Among bats, a mutation causing loss of functional short-wave light sensitivity is found in nocturnal species that commonly roost in caves and echo-locate, using sonar to navigate and capture prey. Researchers suggest that perhaps using sonar pre-empts brain space otherwise used for UV perception. However, the correlation is not so clear, because the loss also occurs in fruit bats, which roost in trees and do not echolocate.

 

Decent data are more available for the use of UV reflectance and sensitivity in social situations in birds, fishes, and reptiles with good color vision. For example, male mountain bluebirds have more UV-reflective plumage than females, and males that reflect more UV are more successful in mating and siring offspring. Similarly, female sticklebacks and guppies perceive UV and prefer to associate with males that have good UV reflectance. Another study showed that lizards living in light, UV-rich habitats have social displays that convey signals in the UV range, while those in dark habitats do not.
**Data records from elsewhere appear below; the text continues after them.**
import { afterAll, beforeAll, describe, expect, it } from 'vitest';
import type { LayerHistoryEntry } from '#contract/layers.ts';
import type { Site } from '#contract/sites.ts';
import type { CellSize, GridChange } from '#contract/working-grid.ts';
import { withOtherWorker } from '#server/testing/other-worker.ts';
import { makeTeam, type TestTeam } from '#server/testing/people.ts';
import { openRun, specFor } from '#server/testing/runs.ts';
import { geoTiff, makeSite, smallGrid, storedFiles, uploadLayer } from '#server/testing/sites.ts';
import { testServer, type TestServer } from '#server/testing/test-server.ts';

let server: TestServer;
let team: TestTeam;
beforeAll(async () => {
  server = await testServer();
  team = await makeTeam(server);
});
afterAll(() => server.close());

const of = (siteId: string, rest: string) => `/api/sites/${siteId}/${rest}`;
const siteNow = async (id: string) =>
  (await team.agents.modeller.get(`/api/sites/${id}`).expect(200)).body as Site;
const coarsen = async (id: string, factor: number) => {
  await team.agents.modeller.post(of(id, 'grid-change')).send({ factor }).expect(200);
  await server.services.background.idle();
  return siteNow(id);
};
const history = async (id: string, part: string) => {
  const { body } = await team.agents.modeller.get(of(id, `layer-history?part=${part}`)).expect(200);
  return (body as { entries: LayerHistoryEntry[] }).entries;
};

describe('the cells that a site may have', () => {
  it('are said with what they do to the front, to memory and to time', async () => {
    const { modeller, manager } = team.agents;
    const { id } = await makeSite(modeller, team.teamId);
    const { body } = await manager.get(of(id, 'cell-sizes')).expect(200);
    const [fine, double, third] = (body as { cellSizes: CellSize[] }).cellSizes;
    expect(fine).toMatchObject({ factor: 1, grid: smallGrid, cells: 24 });
    expect(double).toMatchObject({ factor: 2, grid: { width: 3, height: 2, cellSize: 4 }, cells: 6 });
    expect(fine.memoryBytes / double.memoryBytes).toBeCloseTo(4, 9);
    expect(fine.secondsPerYear / double.secondsPerYear).toBeCloseTo(4, 9);
    // The default plant's front is slow for such cells: the coarser, the more the lattice shows.
    expect(fine.frontRatio).toBeLessThan(1);
    expect(double.frontRatio ?? 0).toBeLessThan(fine.frontRatio!);
    expect(double).toMatchObject({ problem: null });
    expect([...double.warnings, ...(third?.warnings ?? [])].join()).toMatch(/cell/i);
  });

  it('says on which no run could start, and what would mend it', async () => {
    const { modeller } = team.agents;
    const site = await makeSite(modeller, team.teamId);
    const sizesWith = async (rates: object, stepsPerYear = 1, more: object = {}) => {
      const plant = { name: 'slow', rates: { ...site.plant.rates, ...rates }, ...more };
      await modeller.put(of(site.id, 'plant')).send(plant).expect(200);
      const outlook = { ...site.outlook, stepsPerYear };
      await modeller.put(of(site.id, 'outlook')).send(outlook).expect(200);
      const { body } = await modeller.get(of(site.id, 'cell-sizes')).expect(200);
      return (body as { cellSizes: CellSize[] }).cellSizes;
    };
    const [fine, double] = await sizesWith({ lateralSpread: 0.05 });
    expect(fine.problem === null).toBe(fine.frontRatio !== null);
    expect(double).toMatchObject({ frontRatio: null, warnings: [] });
    expect(double.problem).toMatch(
      /Use cells of [\d.]+ m or less, or a lateral spread of [\d.]+ m\/yr or more/,
    );
    // What the sentence names must do.
    const spread = Number(/lateral spread of ([\d.]+)/.exec(double.problem!)![1]);
    expect((await sizesWith({ lateralSpread: spread }))[1].problem).toBeNull();
    const herd = { processes: { grazers: { grazerSpread: 150 } } };
    const [far] = await sizesWith({}, 1, herd);
    expect(far.problem).toMatch(/Grazers that move 150 m .* With .*steps a year one could start\.$/);
    const steps = Number(/With (\d+)/.exec(far.problem!)![1]);
    expect((await sizesWith({}, steps, herd))[0].problem).toBeNull();
  });

  it('say what they make of small surveyed places', async () => {
    const { modeller } = team.agents;
    const site = await makeSite(modeller, team.teamId);
    const reply = await modeller
      .post(of(site.id, 'feature-imports'))
      .field('kind', 'refuge')
      .field('radius', '2')
      .field('take', 'all')
      .attach('file', Buffer.from('x,y\n412205,5301896\n'), 'reefs.csv')
      .expect(200);
    expect((reply.body as { cautions: string[] }).cautions).toEqual([]);
    const { body } = await modeller.get(of(site.id, 'cell-sizes')).expect(200);
    const [fine, double] = (body as { cellSizes: CellSize[] }).cellSizes;
    expect(fine.warnings.join()).not.toContain('refuge');
    expect(double.warnings.join()).toContain('1 of 1 surveyed refuges is narrower than two cells of 4 m');
  });
});

describe('a site that gets coarser cells', () => {
  it('aligns its layers anew at once, keeps its class table, and leaves runs their own', async () => {
    const { modeller } = team.agents;
    const before = await makeSite(modeller, team.teamId);
    const run = await openRun(modeller, before, specFor(before));
    const after = await coarsen(before.id, 2);
    expect(after).toMatchObject({ grid: { cellSize: 4, width: 3, height: 2 }, finestGrid: smallGrid });
    const [habitat, cover] = after.layers;
    expect(habitat).toMatchObject({ part: 'habitat', dataType: 'uint8', alignment: { method: 'majority' } });
    expect(habitat.classes).toEqual(before.layers[0].classes);
    expect(cover).toMatchObject({
      part: 'cover',
      grid: after.grid,
      alignment: { method: 'area-weighted' },
      unit: 'share',
    });
    expect(cover.source).toEqual(before.layers[1].source);
    // Shares 0, 0.04 … 0.92 in 6 columns: the first four cells are 0, 1, 6 and 7 times 0.04.
    expect(cover.minimum).toBeCloseTo((0 + 1 + 6 + 7) * 0.01, 6);
    // The run keeps its grid and rasters; a new one must name those of the new cells.
    const kept = (await modeller.get(`/api/runs/${run.id}`).expect(200)).body as {
      grid: unknown;
      layers: { hash: string }[];
    };
    expect(kept.grid).toEqual(smallGrid);
    expect(kept.layers).toHaveLength(2);
    for (const { hash } of kept.layers) await modeller.get(of(before.id, `layer-values/${hash}`)).expect(200);
    const { body: options } = await modeller.get(of(before.id, 'options')).expect(200);
    const stale = await modeller
      .post(of(before.id, 'runs'))
      .send({
        name: 'stale',
        optionId: (options as { options: { id: string }[] }).options[0].id,
        spec: specFor(before),
      })
      .expect(400);
    expect(stale.body.fields[0]).toMatchObject({ field: 'spec.layers.capacity.layer' });
    await openRun(modeller, after, specFor(after));
    await modeller.post(of(before.id, 'grid-change')).send({ factor: 2 }).expect(409);
  });

  it('gets its finest cells back byte for byte', async () => {
    const { modeller } = team.agents;
    const before = await makeSite(modeller, team.teamId);
    const files = storedFiles(server);
    await coarsen(before.id, 3);
    const after = await coarsen(before.id, 1);
    expect(after.grid).toEqual(smallGrid);
    expect(after.layers.map(({ hash }) => hash)).toEqual(before.layers.map(({ hash }) => hash));
    // No run stood on the coarser ones, so they are forgotten.
    expect(storedFiles(server)).toEqual(files);
    expect(await history(before.id, 'cover')).toHaveLength(1);
  });

  it('puts back a layer of its earlier cells by aligning its file anew', async () => {
    const { modeller } = team.agents;
    const before = await makeSite(modeller, team.teamId);
    await openRun(modeller, before, specFor(before));
    await coarsen(before.id, 2);
    const [now, old] = await history(before.id, 'habitat');
    expect([now.replacedAt, now.runs, old.runs]).toEqual([null, 0, 1]);
    await modeller.post(of(before.id, `layers/${old.layer.id}/put-back`)).expect(200);
    await server.services.background.idle();
    const habitat = (await siteNow(before.id)).layers.find(({ part }) => part === 'habitat')!;
    expect(habitat.id).not.toBe(now.layer.id);
    expect(habitat).toMatchObject({
      grid: { cellSize: 4 },
      classes: old.layer.classes,
      source: old.layer.source,
    });
  });

  it('does it again when a layer is replaced meanwhile', async () => {
    const { modeller } = team.agents;
    const { services } = server;
    const { id } = await makeSite(modeller, team.teamId);
    const newer = geoTiff(Float32Array.from({ length: 24 }, (_, i) => i / 77));
    const ours = services.backgroundRasters;
    let replaced = false;
    services.backgroundRasters = {
      ...ours,
      run: async (task, progress) => {
        if (!replaced) await uploadLayer(modeller, id, 'cover', newer, 'newer.tif').expect(200);
        replaced = true;
        return ours.run(task, progress);
      },
    };
    const after = await coarsen(id, 2);
    services.backgroundRasters = ours;
    expect(after.layers.map(({ grid }) => grid.cellSize)).toEqual([4, 4]);
    expect(after.layers.find(({ part }) => part === 'cover')?.source.fileName).toBe('newer.tif');
  });

  it('stays as it was when the work breaks off, and can be asked again', async () => {
    const { modeller } = team.agents;
    const before = await makeSite(modeller, team.teamId);
    const files = storedFiles(server);
    await withOtherWorker(server, 'dies', async () => {
      await modeller.post(of(before.id, 'grid-change')).send({ factor: 2 }).expect(200);
      await server.services.background.idle();
    });
    const { body } = await modeller.get(of(before.id, 'grid-change')).expect(200);
    expect((body as { gridChange: GridChange }).gridChange).toMatchObject({
      state: 'failed',
      problem: expect.stringContaining('Ask again') as string,
    });
    expect(await siteNow(before.id)).toEqual(before);
    expect(storedFiles(server)).toEqual(files);
    expect((await coarsen(before.id, 2)).grid.cellSize).toBe(4);
  });
});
I’ve left mention of amphibians to the end, because that story gets more complicated. It seems that many amphibians can see color in the dark. They have two kinds of rods (sensitive at low light levels) in addition to cones; some of those rods are UV sensitive. Could that be true of some other vertebrates too?

This leaves UV vision in insects and spiders and other invertebrates for another story (maybe).